■ Exercise goal: For each line below that includes the string "watchErrors", show the whole line.

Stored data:
━━━

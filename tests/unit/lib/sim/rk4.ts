/**
 * Independent references for the transient tests: classic fourth-order Runge–Kutta (Kutta 1901; e.g. Press et al.,
 * "Numerical Recipes", 3rd ed., §17.1) with a fixed step, written here and sharing no code with the engine. The
 * state is what a circuit stores (capacitor voltages, inductor currents); node voltages that no charge holds are
 * algebraic and are solved from the state by the ODE's right-hand side itself.
 */

/** dy/dt = f(t, y), written into dy. */
export type Rhs = (t: number, y: Float64Array, dy: Float64Array) => void;

/** A state trajectory on a uniform grid t = k·h, k = 0..steps. */
export interface Trajectory {
  h: number;
  /** y[k·dim + i] is component i at t = k·h */
  y: Float64Array;
  dim: number;
}

/** Integrate from y0 at t = 0 to tStop with `steps` equal RK4 steps. */
export function rk4(f: Rhs, y0: readonly number[], tStop: number, steps: number): Trajectory {
  const dim = y0.length;
  const h = tStop / steps;
  const y = new Float64Array((steps + 1) * dim);
  const cur = Float64Array.from(y0);
  const k1 = new Float64Array(dim), k2 = new Float64Array(dim), k3 = new Float64Array(dim), k4 = new Float64Array(dim);
  const tmp = new Float64Array(dim);
  y.set(cur, 0);
  for (let k = 0; k < steps; k++) {
    const t = k * h;
    f(t, cur, k1);
    for (let i = 0; i < dim; i++) tmp[i] = cur[i] + 0.5 * h * k1[i];
    f(t + 0.5 * h, tmp, k2);
    for (let i = 0; i < dim; i++) tmp[i] = cur[i] + 0.5 * h * k2[i];
    f(t + 0.5 * h, tmp, k3);
    for (let i = 0; i < dim; i++) tmp[i] = cur[i] + h * k3[i];
    f(t + h, tmp, k4);
    for (let i = 0; i < dim; i++) cur[i] += (h / 6) * (k1[i] + 2 * k2[i] + 2 * k3[i] + k4[i]);
    y.set(cur, (k + 1) * dim);
  }
  return { h, y, dim };
}

/**
 * State component i at time t, by cubic Hermite interpolation between the two grid points around t, with the slopes
 * taken from the right-hand side (fourth-order accurate between points, so the grid's own error dominates).
 */
export function stateAt(tr: Trajectory, f: Rhs, t: number, i: number): number {
  const { h, y, dim } = tr;
  const last = y.length / dim - 1;
  let k = Math.floor(t / h);
  if (k >= last) k = last - 1;
  if (k < 0) k = 0;
  const s = (t - k * h) / h;
  const ya = y.subarray(k * dim, (k + 1) * dim), yb = y.subarray((k + 1) * dim, (k + 2) * dim);
  const da = new Float64Array(dim), db = new Float64Array(dim);
  f(k * h, ya, da);
  f((k + 1) * h, yb, db);
  const h00 = 2 * s ** 3 - 3 * s ** 2 + 1, h10 = s ** 3 - 2 * s ** 2 + s, h01 = -2 * s ** 3 + 3 * s ** 2, h11 = s ** 3 - s ** 2;
  return h00 * ya[i] + h10 * h * da[i] + h01 * yb[i] + h11 * h * db[i];
}

/**
 * Root of a strictly monotonic g on [lo, hi] (g(lo) and g(hi) of opposite signs): Newton with a bisection
 * safeguard, to |Δv| ≤ 1e-13·max(1, |v|). Used for the algebraic node voltages of the references.
 */
export function solveMonotonic(g: (v: number) => number, dg: (v: number) => number, lo: number, hi: number, guess: number): number {
  let a = lo, b = hi;
  let ga = g(a);
  let v = guess > lo && guess < hi ? guess : 0.5 * (lo + hi);
  for (let it = 0; it < 200; it++) {
    const gv = g(v);
    if (gv === 0) return v;
    if ((gv > 0) === (ga > 0)) { a = v; ga = gv; } else b = v;
    let next = v - gv / dg(v);
    if (!(next > a && next < b) && !(next > b && next < a)) next = 0.5 * (a + b);
    if (Math.abs(next - v) <= 1e-13 * Math.max(1, Math.abs(v))) return next;
    v = next;
  }
  throw new Error("solveMonotonic: no convergence");
}
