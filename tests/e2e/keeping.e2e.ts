import { afterAll, beforeAll, describe, expect, it } from "vitest";
import type { Browser, BrowserContext, Page } from "playwright-core";
import { launch, open, watchErrors } from "./browser";
import { demoUser, signIn } from "./auth";
import { db } from "@/lib/db/knex";

/**
 * Nothing lost, nothing hidden: the Save popover behaves as a dialog, unsaved edits survive leaving and reloading,
 * viewers are told what their edits are and what they may do, a new scenario's title is checked in the form, and
 * Share is in the workbench's header as a centred modal.
 */

/** WCAG 2.x relative luminance of an sRGB "rgb(r, g, b)" colour. */
function luminance(css: string): number {
  const [r, g, b] = (css.match(/[\d.]+/g) ?? []).slice(0, 3).map(Number).map((c) => {
    const s = c / 255;
    return s <= 0.03928 ? s / 12.92 : ((s + 0.055) / 1.055) ** 2.4;
  });
  return 0.2126 * r! + 0.7152 * g! + 0.0722 * b!;
}
/** WCAG 2.x contrast ratio (common practice: ≥ 4.5:1 for normal text, success criterion 1.4.3). */
function contrast(a: string, b: string): number {
  const [hi, lo] = [luminance(a), luminance(b)].sort((x, y) => y - x);
  return (hi! + 0.05) / (lo! + 0.05);
}

describe("keeping work: save popover, kept drafts, viewers, new scenarios, sharing from the workbench", () => {
  let browser: Browser;
  let designer: BrowserContext;
  let scenarioId = "";

  /** A scenario of the designer's own (a copy of a demo revision), so no other test's revisions move. */
  async function ownCopy(title: string): Promise<string> {
    const me = await db()("users").where({ email: demoUser("designer").email }).first("id", "current_team_id");
    const src = await db()("scenarios as s").join("revisions as r", "r.id", "s.current_revision_id").where("s.title", "Valve coil driver").first("r.body");
    const [s] = await db()("scenarios").insert({ team_id: me.current_team_id, owner_id: me.id, title, template: "sink-npn" }).returning("id");
    const [r] = await db()("revisions").insert({ scenario_id: s.id, number: 1, author_id: me.id, note: "start", body: JSON.stringify(src.body) }).returning("id");
    await db()("scenarios").where({ id: s.id }).update({ current_revision_id: r.id });
    return s.id as string;
  }

  async function editComp(page: Page): Promise<{ before: string; next: string }> {
    const field = page.locator("#field-parts-compCapacitor");
    await field.waitFor();
    const before = await field.inputValue();
    const next = before === "2.2n" ? "3.3n" : "2.2n";
    await field.fill(next);
    await field.press("Enter");
    await expect.poll(() => page.getByTestId("dirty-indicator").textContent(), { timeout: 10_000 }).toContain("Unsaved changes");
    return { before, next };
  }

  beforeAll(async () => {
    browser = await launch();
    designer = await browser.newContext({ viewport: { width: 1280, height: 800 } });
    await signIn(await designer.newPage(), "designer");
    scenarioId = await ownCopy(`Kept drafts ${Date.now()}`);
  });

  afterAll(async () => {
    await browser?.close();
    await db().destroy();
  });

  it("the Save popover is a dialog: readable primary button, focus kept inside, Esc and a click outside close it", async () => {
    const page = await designer.newPage();
    await open(page, `/scenarios/${scenarioId}`);
    await page.getByTestId("save-open").click();
    const popover = page.getByRole("dialog", { name: "Save revision" });
    await popover.waitFor();
    // The focus moved into the dialog.
    expect(await page.evaluate(() => !!document.activeElement?.closest('[role="dialog"]'))).toBe(true);
    const submit = page.getByTestId("save-submit");
    const { color, background } = await submit.evaluate((el) => ({ color: getComputedStyle(el).color, background: getComputedStyle(el).backgroundColor }));
    expect(contrast(color, background)).toBeGreaterThanOrEqual(4.5);
    // Tab cycles inside the dialog.
    for (let i = 0; i < 6; i++) {
      await page.keyboard.press("Tab");
      expect(await page.evaluate(() => !!document.activeElement?.closest('[role="dialog"]'))).toBe(true);
    }
    await page.keyboard.press("Escape");
    await popover.waitFor({ state: "detached" });
    expect(await page.evaluate(() => document.activeElement?.getAttribute("data-testid"))).toBe("save-open");
    await page.getByTestId("save-open").click();
    await popover.waitFor();
    await page.getByRole("region", { name: "Response" }).click({ position: { x: 5, y: 5 } });
    await popover.waitFor({ state: "detached" });
    await page.close();
  });

  it("unsaved edits survive a trip to the scenario list and a reload, with an offer to restore them", async () => {
    const page = await designer.newPage();
    const errors = watchErrors(page);
    await open(page, `/scenarios/${scenarioId}`);
    const { before, next } = await editComp(page);

    // Leaving through the top bar asks first; saying no stays with the edits.
    let asked = 0;
    let answer = false;
    page.on("dialog", (d) => {
      if (d.type() === "confirm") {
        asked++;
        void (answer ? d.accept() : d.dismiss());
      } else void d.accept();
    });
    await page.getByRole("banner").getByRole("link", { name: "Scenarios", exact: true }).click();
    await expect.poll(() => asked).toBe(1);
    expect(new URL(page.url()).pathname).toBe(`/scenarios/${scenarioId}`);
    answer = true;
    await page.getByRole("banner").getByRole("link", { name: "Scenarios", exact: true }).click();
    await page.waitForURL((u) => u.pathname === "/scenarios");
    expect(asked).toBe(2);

    // Back: the saved value shows, and the kept edits are offered.
    await open(page, `/scenarios/${scenarioId}`);
    await page.getByTestId("draft-offer").waitFor();
    expect(await page.locator("#field-parts-compCapacitor").inputValue()).toBe(before);
    await page.getByTestId("draft-restore").click();
    await expect.poll(() => page.locator("#field-parts-compCapacitor").inputValue()).toBe(next);
    expect(await page.getByTestId("dirty-indicator").textContent()).toContain("Unsaved changes");

    // A reload keeps them too.
    await page.reload({ waitUntil: "load" });
    await page.getByTestId("draft-offer").waitFor();
    await page.getByTestId("draft-restore").click();
    await expect.poll(() => page.locator("#field-parts-compCapacitor").inputValue()).toBe(next);

    // Once saved, nothing is offered any more.
    await page.getByTestId("save-open").click();
    await page.getByTestId("save-submit").click();
    await page.getByText("Saved as revision 2").waitFor({ timeout: 15_000 });
    await open(page, `/scenarios/${scenarioId}`);
    await page.locator("#field-parts-compCapacitor").waitFor();
    expect(await page.locator("#field-parts-compCapacitor").inputValue()).toBe(next);
    expect(await page.getByTestId("draft-offer").count()).toBe(0);
    expect(errors.filter((e) => !/Failed to load resource/.test(e))).toEqual([]);
    await page.close();
  });

  it("a viewer's edits are a what-if that is not kept, with no fork or save offered", async () => {
    const ctx = await browser.newContext();
    const page = await ctx.newPage();
    await signIn(page, "viewer");
    await open(page, `/scenarios/${scenarioId}`);
    const field = page.locator("#field-parts-compCapacitor");
    await field.waitFor();
    await field.fill((await field.inputValue()) === "1n" ? "1.5n" : "1n");
    await field.press("Enter");
    await expect.poll(() => page.getByTestId("dirty-indicator").textContent()).toBe("What-if, not kept");
    expect(await page.getByText("Unsaved changes").count()).toBe(0);
    expect(await page.getByRole("button", { name: "Fork to my scenarios" }).count()).toBe(0);
    expect(await page.getByTestId("save-open").count()).toBe(0);

    // A new scenario: "Create and open" is disabled for a viewer, with the reason.
    await open(page, "/scenarios/new");
    const create = page.getByTestId("new-create");
    expect(await create.isDisabled()).toBe(true);
    const reasonId = await create.getAttribute("aria-describedby");
    expect(await page.locator(`#${reasonId}`).textContent()).toMatch(/Viewers cannot save scenarios/);
    await ctx.close();
  });

  it("designers may fork from the workbench's header", async () => {
    const page = await designer.newPage();
    await open(page, `/scenarios/${scenarioId}`);
    await page.getByRole("button", { name: "Fork to my scenarios" }).click();
    await page.waitForURL((u) => /^\/scenarios\/[0-9a-f-]{36}$/.test(u.pathname) && u.pathname !== `/scenarios/${scenarioId}`, { timeout: 30_000 });
    await page.close();
  });

  it("a new scenario's empty title is refused in the form, in plain words, before anything is posted", async () => {
    const page = await designer.newPage();
    await open(page, "/scenarios/new");
    let posted = 0;
    page.on("request", (r) => {
      if (r.method() === "POST" && r.url().endsWith("/api/scenarios")) posted++;
    });
    await page.getByLabel("Title", { exact: true }).fill("   ");
    await page.getByTestId("new-create").click();
    const message = page.getByTestId("new-title-error");
    await message.waitFor();
    expect(await message.textContent()).toBe("Give the scenario a title.");
    expect(await page.getByLabel("Title", { exact: true }).getAttribute("aria-invalid")).toBe("true");
    expect(posted).toBe(0);
    await page.close();
  });

  it("Share is in the workbench's header and opens a centred modal", async () => {
    const page = await designer.newPage();
    await open(page, `/scenarios/${scenarioId}`);
    await page.getByRole("button", { name: "Share link" }).click();
    const dialog = page.getByRole("dialog", { name: /Share revision/ });
    await dialog.waitFor();
    const box = (await dialog.boundingBox())!;
    const vp = page.viewportSize()!;
    expect(Math.abs(box.x + box.width / 2 - vp.width / 2)).toBeLessThan(4);
    expect(Math.abs(box.y + box.height / 2 - vp.height / 2)).toBeLessThan(4);
    expect(await page.getByLabel("Team link (members of your team, read-only)").inputValue()).toMatch(/\/share\/r\/[0-9a-f-]{36}$/);
    await page.keyboard.press("Escape");
    await dialog.waitFor({ state: "hidden" });
    await page.close();
  });
});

━━━

■ Response to the exercise:
import { launch, open, watchErrors } from "./browser";
    const errors = watchErrors(page);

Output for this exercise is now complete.